Registering artistic element as trademark 

In addition to color, sound, scent marks, etc., proprietors are now seeking to trademark the “layouts” of their stores and service outlets. Product packaging and trade dress registration has always been recommended for the wider scope of protection through trademark law. Shape trademark applications are also on the rise and must be represented graphically through drawings that depict all aspects of the mark. A detailed description of the mark’s constituent features must also be provided. The registrar has the authority to request different perspectives of the mark. It is necessary that the said artistic work is either inherently distinctive or has acquired secondary significance so as to distinguish one’s products from those of the others. It is interesting to note that these requirements apply to 3D marks. However, recent layout mark applications have included photographs, which make them easily recognizable. These marks are distinct from architectural trademarks, which were first registered in India for the Taj Mahal Palace Hotel and the BSE Building in Mumbai. Architectural trademarks protect the exterior images of buildings for commercial purposes. On the other hand, layout marks aim to safeguard the intricate arrangements of features, color patterns, and furniture within stores, including their interiors.

Product packaging, Trade Dress Infringement and Passing Off

In order to determine trade dress infringement, it is necessary to assess whether the infringement significantly impacts the overall appearance or impression of the plaintiff’s product, packaging, and advertising. This involves comparing the plaintiff’s product to the defendant’s product. If the defendant’s trade dress is remarkably similar to the plaintiff’s and is likely to cause confusion among consumers, then there is trade dress infringement. It is important to note that even if the defendant has not specifically infringed upon a trademark of the plaintiff, this does not negate the possibility of liability under broader rules of unfair competition through trade dress infringement. This can be addressed under the passing off laws.

Unfair competition, such as passing off, involves the defendant engaging in unwarranted actions that cause confusion among consumers. One such action is copying the plaintiff’s trade dress. Therefore, unfair competition occurs when the overall impression of a product’s packaging, size, shape, color, design, and name creates confusion about its origin. The defendant cannot avoid liability for unfair competition by separating different aspects of the plaintiff’s product, packaging, and labels and claiming that each aspect is not protectable on its own. Consequently, the plaintiff can challenge trade dress infringement from a broader perspective if the case involves unfair competition, such as passing off.

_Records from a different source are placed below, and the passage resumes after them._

/**
 * Geometry of the sub-branch ladders drawn above the trace: one row per (ΔK, K'') series, P rungs
 * hanging below the row line, R rungs standing above it, Q rungs through it; rung length grows with
 * the line's intensity. Pure: ladders and lines in, plotly trace objects out.
 */
import type { Data } from 'plotly.js';
import type { Ladder } from '../../physics/bandLadders';
import { lineLabelHtml } from '../../physics/lineLabel';
import type { LineList, TopShape, TransitionQuanta } from '../../physics/model';
import { ladderColour } from './plotColours';

/** One row of the ladder panel: every branch (P, Q, R) of one ΔK and K''. */
export interface LadderRow {
  /** Stable key "<ΔK letter>:<K''>", e.g. "r:3" (the ladder key without its branch). */
  key: string;
  deltaK: number;
  kLower: number;
  /** Tick text for the row (markup without outside text), e.g. "<sup>r</sup>K″=3". */
  tickHtml: string;
  /** Plain label for screen readers and lists, e.g. "ΔK=+1, K''=3". */
  name: string;
  /** Row centre on the ladder axis (rows 0, 1, 2 … from the bottom). */
  y: number;
  ladders: Ladder[];
}

/** Row key of a ladder (ladder key without the branch letter). */
export function ladderRowKey(ladder: Pick<Ladder, 'key'>): string {
  return ladder.key.slice(0, ladder.key.lastIndexOf(':'));
}

const DELTA_K_LETTER: Record<number, string> = { [-1]: 'p', 0: 'q', 1: 'r' };

/**
 * Group ladders into rows, drop hidden rows and assign row positions: the first row of the
 * ladders' order (ΔK = +1, K'' = 0) at the top.
 * @param ladders from bandLadders (ordered by ΔK, K'', branch)
 * @param shape rotor shape (a linear molecule gets a single row without K'')
 * @param hidden row keys not to draw
 */
export function ladderRowsBuild(ladders: readonly Ladder[], shape: TopShape, hidden: ReadonlySet<string> = new Set()): LadderRow[] {
  const rows: LadderRow[] = [];
  const byKey = new Map<string, LadderRow>();
  for (const ladder of ladders) {
    const key = ladderRowKey(ladder);
    if (hidden.has(key)) continue;
    let row = byKey.get(key);
    if (!row) {
      const letter = DELTA_K_LETTER[ladder.deltaK] ?? '?';
      const linear = shape === 'linear';
      row = {
        key,
        deltaK: ladder.deltaK,
        kLower: ladder.kLower,
        tickHtml: linear ? 'band' : `<sup>${letter}</sup>K″=${ladder.kLower}`,
        name: linear ? 'band' : `ΔK=${ladder.deltaK > 0 ? '+' : ''}${ladder.deltaK}, K''=${ladder.kLower}`,
        y: 0,
        ladders: [],
      };
      byKey.set(key, row);
      rows.push(row);
    }
    row.ladders.push(ladder);
  }
  rows.forEach((row, i) => (row.y = rows.length - 1 - i));
  return rows;
}

/**
 * Vertical extent of a rung relative to its row centre (row spacing 1): P from −h to 0, R from 0
 * to +h, Q from −h to +h, with h = 0.12 + 0.3·√I so strong lines stand out and rungs of
 * neighbouring rows never touch (h ≤ 0.42).
 * @param deltaJ −1, 0, +1
 * @param intensity relative intensity (strongest line of the band = 1)
 * @returns [bottom, top] offsets from the row centre
 */
export function rungExtent(deltaJ: number, intensity: number): [number, number] {
  const h = 0.12 + 0.3 * Math.sqrt(Math.min(Math.max(intensity, 0), 1));
  if (deltaJ < 0) return [-h, 0];
  if (deltaJ > 0) return [0, h];
  return [-h, h];
}

/** The end of a rung away from its row line (where assignment markers sit). */
export function rungTip(deltaJ: number, intensity: number): number {
  const [lo, hi] = rungExtent(deltaJ, intensity);
  return deltaJ < 0 ? lo : hi;
}

/**
 * Plotly hover template of a ladder's label, J'' taken from customdata[2]: e.g.
 * "<sup>r</sup>Q<sub>3</sub>(%{text})". Our own markup, no outside text.
 */
export function ladderLabelTemplate(ladder: Pick<Ladder, 'deltaK' | 'deltaJ' | 'kLower'>, shape: TopShape): string {
  return lineLabelHtml(ladder.deltaK, ladder.deltaJ, ladder.kLower, 0, shape).replace(/\(0\)$/, '(%{text})');
}

/**
 * Quantum numbers of a clicked rung point: ladder traces carry the series in their meta and J''
 * as the point's text; the marker traces (assigned, cursor) carry [J', K', J'', K''] as customdata.
 * @returns the quanta, or null when the point is not a rung
 */
export function rungPointQuanta(
  meta: { deltaK?: number; deltaJ?: number; kLower?: number } | undefined,
  text: unknown,
  customdata: unknown,
): TransitionQuanta | null {
  if (meta && meta.deltaK !== undefined && meta.deltaJ !== undefined && meta.kLower !== undefined) {
    const j = Number(text);
    if (!Number.isInteger(j)) return null;
    return { jUpper: j + meta.deltaJ, kUpper: meta.kLower + meta.deltaK, jLower: j, kLower: meta.kLower };
  }
  if (Array.isArray(customdata) && customdata.length >= 4 && customdata.every((v) => Number.isInteger(v))) {
    return { jUpper: customdata[0], kUpper: customdata[1], jLower: customdata[2], kLower: customdata[3] };
  }
  return null;
}

/** Options of ladderTracesBuild. */
export interface LadderTracesOptions {
  /** Visible x range, cm^-1; rungs outside it (plus 2 % margin) are left out. */
  xRangeCm1: [number, number];
  /** Plotly axis ids the rows are drawn on. @default 'x' and 'y2' */
  xaxis?: string;
  yaxis?: string;
  /** Dark theme (lighter colours). @default false */
  isDark?: boolean;
}

/**
 * One plotly line trace per ladder (ΔK, K'', branch): rung segments separated by nulls, with
 * J'' as text and the intensity as customdata on both ends (the hover template shows label,
 * position and intensity; rungPointQuanta turns a clicked point back into quanta).
 * @param rows from ladderRowsBuild
 * @param lines the line list the ladders index into (positions cm^-1, relative intensities)
 * @param shape rotor shape (for labels)
 */
export function ladderTracesBuild(rows: readonly LadderRow[], lines: LineList, shape: TopShape, options: LadderTracesOptions): Data[] {
  const [from, to] = options.xRangeCm1;
  const margin = 0.02 * (to - from);
  const lo = from - margin;
  const hi = to + margin;
  const out: Data[] = [];
  for (const row of rows) {
    const colour = ladderColour(row.deltaK, row.kLower, options.isDark ?? false);
    for (const ladder of row.ladders) {
      const x: (number | null)[] = [];
      const y: (number | null)[] = [];
      // Flat per-vertex arrays only (nested customdata makes plotly's redraw several times slower):
      // text = J'', customdata = intensity; the trace's meta names the series, so a click
      // recovers the quanta from (meta, J'') and the hover template fills in the label.
      const jText: (number | null)[] = [];
      const inten: (number | null)[] = [];
      for (const i of ladder.lineIndex) {
        const nu = lines.wavenumberCm1[i];
        if (nu < lo || nu > hi) continue;
        const [b, t] = rungExtent(ladder.deltaJ, lines.intensity[i]);
        x.push(nu, nu, null);
        y.push(row.y + b, row.y + t, null);
        jText.push(lines.jLower[i], lines.jLower[i], null);
        inten.push(lines.intensity[i], lines.intensity[i], null);
      }
      if (x.length === 0) continue;
      out.push({
        type: 'scatter',
        mode: 'lines',
        name: ladder.label,
        x,
        y,
        xaxis: options.xaxis ?? 'x',
        yaxis: options.yaxis ?? 'y2',
        connectgaps: false,
        line: { color: colour, width: ladder.deltaJ === 0 ? 2.2 : 1.6 },
        hovertemplate: `${ladderLabelTemplate(ladder, shape)}<br>%{x:.4f} cm⁻¹<br>rel. intensity %{customdata:.3g}<extra></extra>`,
        text: jText as unknown as string[],
        customdata: inten as unknown as number[],
        meta: { kind: 'rungs', ladderKey: ladder.key, deltaK: ladder.deltaK, deltaJ: ladder.deltaJ, kLower: ladder.kLower },
        showlegend: false,
      } as Data);
    }
  }
  return out;
}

In one of the earliest cases on trade dress dispute in Parle Products(P) Limited Vs. J.P and Company1, J.P introduced a brand of biscuits that bore resemblance to ParleG. Both companies’ product packaging shared the same color, similar design, and size. The Court determined that this similarity was deceptive and misleading. The packaging could not be placed side by side or easily differentiated, causing confusion among consumers and lacking distinctiveness. Consequently, the Court’s ruling was unfavorable for J.P and Company, restraining them from using the same color, design, and size for their product.

In the case of Beiersdorf AG v. RSH Global Private Limited2, The defendants’ products were found to be deceptively similar to the plaintiff’s unique trade dress, which constituted a violation of the plaintiff’s registered trade dresses. The Delhi High Court instructed the defendants to cease using the plaintiff’s cosmetic products.

The case of Colgate Palmolive and Company Vs. Anchor Health and Beauty3 involved a disagreement over the use of the color combination of red and white. The Court determined that if both products shared the same color, it would lead to confusion among consumers regarding the product’s source. If an uninformed consumer chooses another product solely based on its physical appearance, it would be considered passing off, which is when a product is deemed similar to another party’s product, including registered or unregistered trademarks.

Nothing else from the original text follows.